How long should a training session be? It depends. Take mini-breaks (30 seconds?) to allow your dog’s nervous system to calm a bit between exposures. Try to avoid letting your dog go “over threshold” (an over-aroused nervous system). If your dog starts to show signs of increasing arousal (stress) like taking the food more roughly, heavier breathing, or any other signs you notice with your dog, then take a longer mini-break, reduce the intensity of the exposures, or stop the session. A session could be something like a total of 20 minutes (totalling up the exposures and mini-breaks). Or it could be shorter or longer, depending on the dog.

If you would like one-on-one help with this behaviour, please contact me for a private session in your home. 

Training Tip: Dog Jumps Up When He/She Wants Something (e.g. food bowl, treat, toy)
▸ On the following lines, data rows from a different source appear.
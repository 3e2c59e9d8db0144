/** What the bench says of clipping's after-effects, against the same hardware without limits. */
import { describe, expect, test } from 'vitest';
import type { CurrentSpec, Probe } from '../../../sim/probe/fields.ts';
import { outcomeOf } from './outcome.ts';
import { exact, standCoupling, standProbe, standScenario } from './stand.ts';

/** 120 A for a millisecond: four times the range. */
const PULSE: CurrentSpec = { shape: 'pulse', base_A: 5, peak_A: 120, at_ms: 3, width_us: 1000, edge_us: 10 };

/** The amplifier behind it clips, the converter does not. */
function clipping(change: (probe: Probe) => void): { limited: Probe; free: Probe } {
  const [limited, free] = [standProbe(), standProbe()];
  for (const probe of [limited, free]) {
    probe.sensor.swingLow_V = exact(0);
    probe.sensor.swingHigh_V = exact(100);
    probe.converter.reference_V = exact(20);
    probe.converter.bits = 16;
    change(probe);
  }
  free.amplifier.railLow_V = exact(-100);
  free.amplifier.railHigh_V = exact(100);
  return { limited, free };
}

const FILTERS: [string, (probe: Probe) => void][] = [
  ['an RC', () => {}],
  ['a slow RC', (probe) => { probe.amplifier.bandwidth_kHz = exact(0.5); }],
  ['Butterworth of order 2', (probe) => { probe.amplifier.filterOrder = 2; probe.amplifier.bandwidth_kHz = exact(2); }],
  ['Butterworth of order 4', (probe) => { probe.amplifier.filterOrder = 4; probe.amplifier.bandwidth_kHz = exact(1); }],
  ['a slow amplifier and an RC of the same corner', (probe) => {
    probe.amplifier.gainBandwidth_MHz = exact(1.5e-3);
    probe.amplifier.bandwidth_kHz = exact(1);
  }],
];

describe.each(FILTERS)('behind %s', (_, change) => {
  const { limited, free } = clipping(change);
  const scenario = standScenario(PULSE, { duration_ms: 20 });
  const one = outcomeOf(limited, scenario);
  const other = outcomeOf(free, scenario);

  test('a sample that is not marked has the code that it would have had without the limit', () => {
    expect(Math.max(...other.clipped)).toBe(0);
    let marked = 0;
    one.code.forEach((code, k) => {
      // less than half a code moves the rounding by one at most
      if (one.influenced[k] === 0) expect(Math.abs(code - other.code[k])).toBeLessThanOrEqual(1);
      else marked++;
    });
    expect(marked).toBeGreaterThan(49);
    expect(one.influenced.at(-1)).toBe(0);
    expect(one.influenced[0]).toBe(0);
  });

  test('the mark does not last much longer than the difference', () => {
    const last = (list: number[]) => list.lastIndexOf(1);
    const differs = one.code.map((code, k) => (Math.abs(code - other.code[k]) > 1 ? 1 : 0));
    const { bandwidth_kHz, filterOrder, gainBandwidth_MHz } = limited.amplifier;
    const slowest_kHz = bandwidth_kHz.nominal * (filterOrder === 1 ? 1 : Math.sin(Math.PI / 2 / filterOrder));
    // the bound counts both sides of every swing, the whole rails and half a code instead of one and a half: a factor
    // of 60 is far more, ln 60 = 4.1 time constants; and the slow poles of two equal corners
    const constants = gainBandwidth_MHz === null ? 4.1 : 8;
    const samples = (constants / (2 * Math.PI * slowest_kHz)) * limited.converter.rate_kHz;
    expect(last(one.influenced) - last(differs)).toBeLessThan(2 + samples);
    expect(last(one.influenced)).toBeGreaterThanOrEqual(last(differs));
  });
});

test('every clipped sample is marked; with a fast filter few others are', () => {
  const { code, clipped, influenced } = outcomeOf(standProbe(), standScenario(PULSE));
  clipped.forEach((bits, k) => { if (bits !== 0) expect(influenced[k]).toBe(1); });
  const behind = influenced.filter((one, k) => one === 1 && clipped[k] === 0).length;
  // at most (1.5 * 50 V/T * 76 mT + 5 V)/(0.6 mV) = 1.8e4 half codes: ln of it is 9.8 time constants of 0.4 samples
  expect(behind).toBeGreaterThan(0);
  expect(behind).toBeLessThanOrEqual(Math.ceil(9.8 * 0.398) + 1);
  expect(code.length).toBe(500);
});

test('a clip of the converter alone leaves nothing behind', () => {
  const probe = standProbe();
  probe.amplifier.gain = exact(1);
  probe.converter.reference_V = exact(4);
  const { clipped, influenced } = outcomeOf(probe, standScenario({ ...PULSE, peak_A: 70 }));
  expect(Math.max(...clipped)).toBe(4);
  clipped.forEach((bits, k) => expect(influenced[k]).toBe(bits === 0 ? 0 : 1));
});

test('spikes in the leads that clip the amplifier count with their size', () => {
  const { limited, free } = clipping((probe) => {
    probe.coupling = { ...standCoupling(), slew_mV_per_V_per_ns: exact(2000) };
    probe.amplifier.bandwidth_kHz = exact(2);
  });
  const edges: CurrentSpec = {
    shape: 'pwm', low_A: 0, high_A: 5, frequency_Hz: 200, duty_percent: 50, edge_us: 2, swing_V: 50_000,
  };
  const scenario = standScenario(edges, { duration_ms: 12 });
  const one = outcomeOf(limited, scenario);
  const other = outcomeOf(free, scenario);
  expect(Math.max(...one.clipped)).toBe(2);
  let worst = 0;
  one.code.forEach((code, k) => {
    const difference = Math.abs(code - other.code[k]);
    worst = Math.max(worst, difference);
    if (one.influenced[k] === 0) expect(difference).toBeLessThanOrEqual(1);
  });
  expect(worst).toBeGreaterThan(10);
  expect(one.influenced).toContain(0);
});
This is fairly easy to address if you understand a couple concepts in training. Dogs learn a lot by trial and error.  Let your dog learn that his/her behaviour can make A) “good” things happen, and B) “good” things stop or go away.*

Setting up the learning situation can look like this:

Food Bowl:  lower the bowl when the dog is doing a behaviour you like, and if the dog starts to do a behaviour you don’t like (e.g. jumping up), immediately stop raising the bowl and, if necessary, put the bowl back on the counter out of the dog’s reach. Wait for the dog to self-correct and immediately begin again to lower the bowl. When beginning this, don’t expect perfection. Start with waiting for the slightest improvement in the behaviour then lower the bowl. You can gradually raise your expectations in small increments. For example, you might wait for the dog to have four paws on the ground as the criteria that makes you lower the bowl. You might increase the criteria by waiting for the dog to sit for split second before you start to lower the bowl, but later you might wait for the dog to sit for a full second or two, then begin to lower the bowl. You might give permission for the dog to eat after just a split second of the bowl being on the floor. Later, you might expect the dog to wait a full second and then maybe two seconds. (NOTE: be sure to be fair to your dog and not expect too long of a wait for the food dish that is sitting right in front of the dog. This can be interpreted as teasing the dog depending on the situation.)
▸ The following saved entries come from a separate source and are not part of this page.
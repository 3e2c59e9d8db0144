import { expect, test } from 'vitest';
import { gridFactorOf, gridNoisePowerRatio } from '../../../sim/hardware/grid.ts';
import { exact, standProbe } from './stand.ts';

test('the default is 16 steps for one period of the higher corner', () => {
  // 16 * 50 kHz / 50 kHz
  expect(gridFactorOf(standProbe())).toEqual({ factor: 16, warning: null });
  const fast = standProbe();
  fast.amplifier.bandwidth_kHz = exact(51);
  expect(gridFactorOf(fast).factor).toBe(17);
  const slow = standProbe();
  slow.sensor.bandwidth_kHz = exact(1);
  slow.amplifier.bandwidth_kHz = exact(1);
  expect(gridFactorOf(slow).factor).toBe(1);
  const round = standProbe();
  round.converter.rate_kHz = 0.3;
  round.sensor.bandwidth_kHz = exact(0.1 * 3);
  round.amplifier.bandwidth_kHz = exact(0.1);
  expect(gridFactorOf(round).factor).toBe(16);
});

test('a given factor is kept; a coarser one brings a warning with the error in noise power', () => {
  const probe = standProbe();
  probe.gridFactor = 40;
  expect(gridFactorOf(probe)).toEqual({ factor: 40, warning: null });
  probe.gridFactor = 2;
  const { factor, warning } = gridFactorOf(probe);
  expect(factor).toBe(2);
  const percent = 100 * (gridNoisePowerRatio(50e3, 20e3, 1 / 100e3) - 1);
  expect(Math.abs(percent)).toBeGreaterThan(5);
  expect(warning).toContain(`${Math.abs(percent).toPrecision(2)} %`);
  expect(warning).toContain('16 are usual');
});

test('corners far above the A/D rate do not ask for an endless grid, and say so', () => {
  const probe = standProbe();
  probe.converter.rate_kHz = 0.001;
  const { factor, warning } = gridFactorOf(probe);
  expect(factor).toBe(4096);
  expect(warning).toContain('800000 are usual');
});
Toy: Pick up the toy the dog desires when the dog is doing a behaviour you like. If the dog begins to do a behaviour you don’t like (e.g. jumping up, barking, nipping at your hand to get the toy), immediately put the toy down, or out of sight, or out of reach on a counter/cupboard, or walk away from it if it’s a toy that the dog needs a partner for (e.g. tug, fetch).  Don’t raise it up and dangle it out of reach since this will likely teach the dog to try to jump for it. Wait for your dog to self-correct (e.g. sit, back off from the toy, bring the toy to you to tug or throw, drop the toy in front of you — whatever behaviour you are wanting). As explained earlier with the food bowl example, don’t expect perfection when beginning this. As well, be sure to resume play or to bring out the toy right after the dog self-corrects. If the unwanted behaviour continues after 3 chances, then put the toy away and try again later when the dog is calmer.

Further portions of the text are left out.